First of all I am entirely Portuguese and mighty proud of it :lol:

Let's see... The alliance between England (at the time) and Portugal was signed in 1373 and still stands at this date, never having been interrupted, which says more for Portuguese character than...

I am going to leave WWI out of this as this was a very difficult time for us, and more proper for another forum, not an WWII one.

In 1926 Portugal fell under a right-wing military dictatorship, but actually that was quite an incompetent form of govenrment, the economy was and remained in the dumps. They recruited a college don who was actually quite brilliant, and through force of will forced his way to prime-minister, leaving the military with a presidency for show only while he held the real power. He was right-wing, catholic conservantist, but keeping the church well at arms length too, he knew which side HIS bread was buttered. Oh, and he did a fine work of book balancing, so at least there he did a good job at the time.

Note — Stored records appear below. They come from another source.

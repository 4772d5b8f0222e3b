/**
 * Each of the twelve rules scored on a constructed example, points worked out by hand from the rule's
 * definition. Source of every definition and span value: Parncutt, Sloboda, Clarke, Raekallio & Desain
 * (1997), rules and finger-pair table as quoted in FACTS.md §5; Jacobs (2001) changes as listed there.
 * MIDI: C4 = 60 (FACTS.md §2).
 */
import { describe, expect, test } from "vitest";
import { FINGER_SPANS, handInterval, noteCosts, pairCosts, pairSpan, totalCost, trioCosts } from "./fingering-rules";

const C4 = 60, Cs4 = 61, D4 = 62, Ds4 = 63, E4 = 64, F4 = 65, Fs4 = 66, G4 = 67, Gs4 = 68, A4 = 69, B3 = 59;
const C3 = 48, E3 = 52, G3 = 55, A3 = 57;

describe("span table (FACTS.md §5)", () => {
  test("rows as printed; either finger order reads the same row", () => {
    expect(FINGER_SPANS["1-2"]).toEqual({ minPrac: -5, minComf: -3, minRel: 1, maxRel: 5, maxComf: 8, maxPrac: 10 });
    expect(FINGER_SPANS["3-4"]).toEqual({ minPrac: 1, minComf: 1, minRel: 1, maxRel: 2, maxComf: 2, maxPrac: 4 });
    expect(pairSpan(5, 1)).toBe(FINGER_SPANS["1-5"]);
  });
  test("the left hand mirrors the right", () => {
    expect(handInterval(C4, E4, "left", "parncutt")).toBe(-4);
    expect(handInterval(C4, E4, "right", "jacobs")).toBeCloseTo((2 * 12) / 7, 9); // two white steps
  });
});

describe("the twelve rules (Parncutt et al. 1997 via FACTS.md §5)", () => {
  test("1 Stretch: 2 points per semitone beyond MaxComf — C4(1)→E5(5): 16 − 13 = 3 → 6", () => {
    expect(pairCosts(C4, 1, 76, 5, "right", "parncutt").stretch).toBe(6);
    // below MinComf: 2-3 on a repeated key, d = 0 < MinComf 1 → 2
    expect(pairCosts(C4, 2, C4, 3, "right", "parncutt").stretch).toBe(2);
  });
  test("2 Small-Span: per semitone below MinRel, 2 without the thumb, 1 with it", () => {
    // C4(2)→D4(4): d = 2, MinRel(2-4) = 3 → 1 semitone × 2 = 2
    expect(pairCosts(C4, 2, D4, 4, "right", "parncutt").smallSpan).toBe(2);
    // C4(1)→C♯4(3): d = 1, MinRel(1-3) = 3 → 2 semitones × 1 = 2
    expect(pairCosts(C4, 1, Cs4, 3, "right", "parncutt").smallSpan).toBe(2);
  });
  test("3 Large-Span: per semitone above MaxRel, 2 without the thumb, 1 with it; Jacobs 1 for all", () => {
    // C4(2)→A4(5): d = 9, MaxRel(2-5) = 6 → 3 × 2 = 6 (and Stretch: 9 − 8 = 1 → 2)
    const c = pairCosts(C4, 2, A4, 5, "right", "parncutt");
    expect(c.largeSpan).toBe(6);
    expect(c.stretch).toBe(2);
    expect(pairCosts(C4, 2, A4, 5, "right", "jacobs").largeSpan).toBeGreaterThan(0);
    // Jacobs measures physically: C4–A4 = 5 white steps = 5 × 12/7 = 8.571 semitone units → (8.571 − 6) × 1
    expect(pairCosts(C4, 2, A4, 5, "right", "jacobs").largeSpan).toBeCloseTo((5 * 12) / 7 - 6, 9);
    // C4(1)→A4(2): d = 9, MaxRel(1-2) = 5 → 4 × 1 = 4
    expect(pairCosts(C4, 1, A4, 2, "right", "parncutt").largeSpan).toBe(4);
  });
  test("4 Position-Change-Count: 1 for a half change, 2 for a full change", () => {
    // C4(1) G4(3) E5(5): notes 1–3 span 16 > MaxComf(1-5) 13; note 2 not on the thumb → half change
    expect(trioCosts(C4, 1, G4, 3, 76, 5, "right", "parncutt").positionChangeCount).toBe(1);
    // B3(3) C4(1) F4(4): 3→4 span F4 − B3 = 6 > MaxPrac(3-4) 4, thumb on note 2, C4 between → full
    expect(trioCosts(B3, 3, C4, 1, F4, 4, "right", "parncutt").positionChangeCount).toBe(2);
    // C4(1) D4(2) E4(3): 4 ≤ MaxComf(1-3) 10 → no change
    expect(trioCosts(C4, 1, D4, 2, E4, 3, "right", "parncutt").positionChangeCount).toBe(0);
  });
  test("5 Position-Change-Size: semitones outside MinComf..MaxComf", () => {
    expect(trioCosts(C4, 1, G4, 3, 76, 5, "right", "parncutt").positionChangeSize).toBe(3); // 16 − 13
    expect(trioCosts(B3, 3, C4, 1, F4, 4, "right", "parncutt").positionChangeSize).toBe(4); // 6 − 2
    // E4(2) C4(1) D4(3): 2→3 interval D4 − E4 = −2 < MinComf 1 → 3; thumb not between → half change
    const below = trioCosts(E4, 2, C4, 1, D4, 3, "right", "parncutt");
    expect(below.positionChangeSize).toBe(3);
    expect(below.positionChangeCount).toBe(1);
  });
  test("6 Weak-Finger: 1 point for finger 4 or 5 (Jacobs: 4 only)", () => {
    expect(noteCosts(C4, 4, null, null, "parncutt").weakFinger).toBe(1);
    expect(noteCosts(C4, 5, null, null, "parncutt").weakFinger).toBe(1);
    expect(noteCosts(C4, 3, null, null, "parncutt").weakFinger).toBe(0);
    expect(noteCosts(C4, 5, null, null, "jacobs").weakFinger).toBe(0);
    expect(noteCosts(C4, 4, null, null, "jacobs").weakFinger).toBe(1);
  });
  test("7 Three-Four-Five: fingers 3, 4, 5 consecutive in any order (dropped by Jacobs)", () => {
    expect(trioCosts(C4, 3, E4, 5, D4, 4, "right", "parncutt").threeFourFive).toBe(1);
    expect(trioCosts(C4, 3, D4, 4, C4, 3, "right", "parncutt").threeFourFive).toBe(0);
    expect(trioCosts(C4, 3, E4, 5, D4, 4, "right", "jacobs").threeFourFive).toBe(0);
  });
  test("8 Three-to-Four: finger 3 immediately followed by 4", () => {
    expect(pairCosts(E4, 3, F4, 4, "right", "parncutt").threeToFour).toBe(1);
    expect(pairCosts(F4, 4, E4, 3, "right", "parncutt").threeToFour).toBe(0);
  });
  test("9 Four-on-Black: 3 and 4 consecutive, 3 on white and 4 on black", () => {
    expect(pairCosts(E4, 3, Fs4, 4, "right", "parncutt").fourOnBlack).toBe(1);
    expect(pairCosts(Fs4, 4, E4, 3, "right", "parncutt").fourOnBlack).toBe(1);
    expect(pairCosts(Ds4, 3, E4, 4, "right", "parncutt").fourOnBlack).toBe(0);
  });
  test("10 Thumb-on-Black: 1, plus 2 for a white key before, plus 2 for a white key after", () => {
    expect(noteCosts(Cs4, 1, C4, D4, "parncutt").thumbOnBlack).toBe(5);
    expect(noteCosts(Cs4, 1, Ds4, null, "parncutt").thumbOnBlack).toBe(1);
    expect(noteCosts(Cs4, 1, Ds4, D4, "parncutt").thumbOnBlack).toBe(3);
    expect(noteCosts(C4, 1, Cs4, Ds4, "parncutt").thumbOnBlack).toBe(0);
  });
  test("11 Five-on-Black: 2 for a white key before, 2 more for a white key after", () => {
    expect(noteCosts(Fs4, 5, E4, G4, "parncutt").fiveOnBlack).toBe(4);
    expect(noteCosts(Fs4, 5, Ds4, Gs4, "parncutt").fiveOnBlack).toBe(0);
    expect(noteCosts(Fs4, 5, E4, Gs4, "parncutt").fiveOnBlack).toBe(2);
  });
  test("12 Thumb-Passing: 1 on the same level, 3 for a white finger key and a black thumb key", () => {
    expect(pairCosts(E4, 3, F4, 1, "right", "parncutt").thumbPassing).toBe(1); // white → white
    expect(pairCosts(C4, 2, Cs4, 1, "right", "parncutt").thumbPassing).toBe(3); // finger white, thumb black
    expect(pairCosts(Ds4, 3, E4, 1, "right", "parncutt").thumbPassing).toBe(0); // finger black, thumb white
    expect(pairCosts(C4, 1, D4, 2, "right", "parncutt").thumbPassing).toBe(0); // no pass
    expect(pairCosts(F4, 1, E4, 3, "right", "parncutt").thumbPassing).toBe(1); // 3 over the thumb, descending
    expect(pairCosts(G3, 1, A3, 3, "left", "parncutt").thumbPassing).toBe(1); // left hand, 3 over, ascending
  });
  test("left hand C3(5)→E3(4) costs what right hand C4(4)→E4(5) costs (mirror)", () => {
    const left = totalCost(pairCosts(C3, 5, E3, 4, "left", "parncutt"));
    const right = totalCost(pairCosts(C4, 4, E4, 5, "right", "parncutt"));
    expect(left).toBe(right);
    expect(left).toBe(2 + 4); // Stretch 2 × (4 − 3), Large-Span 2 × (4 − 2)
  });
});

So, when the Spanish Civil War came up he supported Franco as the obvious candidate, considering the Legitimist side were Socialists or worse. Even so things were not entirely to his satisfaction, as he never got very close to Franco, Portugal was Portugal, Spain was Spain and no need to talk too much into that.

Relations with Italy were not bad, they were even allowed to sell us some Breda 65s (awful planes!) while those northern barbarians reluctantly (we were supposed to be all jews!) sold us a few Ju52s and Ju86s. The army made the Mauser Kar98k it's standard weapon until the early 60s.

All this caused an immense row with the UK, but at the same time WW2 broke out. Portugal had no casus belli with Germany (not the same in WWI), was too weak to go into any war, besides there was this big lump of a problem across the frontier called Spain who was neutral too.

So we went into a not very strict neutrality with the UK. I could say we were more neutral towards the Axis than towards the Allies, but the old Alliance was taken seriously and we did all we could under the counter to help the UK, (especially so after winter 1942, go figure!). This was duly discussed and consensus was reached that the status quo was better than full fledged belligerence, as then the Allies would have to give a much larger propo to the economy of their frail candidate ally.

So by that time the UK (and later the US) were given right to establish air bases in the Azores, in the middle of the Atlantic, an excellent place to go hunting for subs and closing the Mid-Atlantic Gap, which saved innumerable lives. At the same time Portugal allowed itself to be bribed not to sell tungsten to the Germans and sell the entire crop to the Allies.

In exchange we got a large influx of arms, including the 3.7"AA guns my father served with and some 300 Spits and Hurricanes, but after the war made the huge mistake of refusing the Marshall Plan which was actually offered.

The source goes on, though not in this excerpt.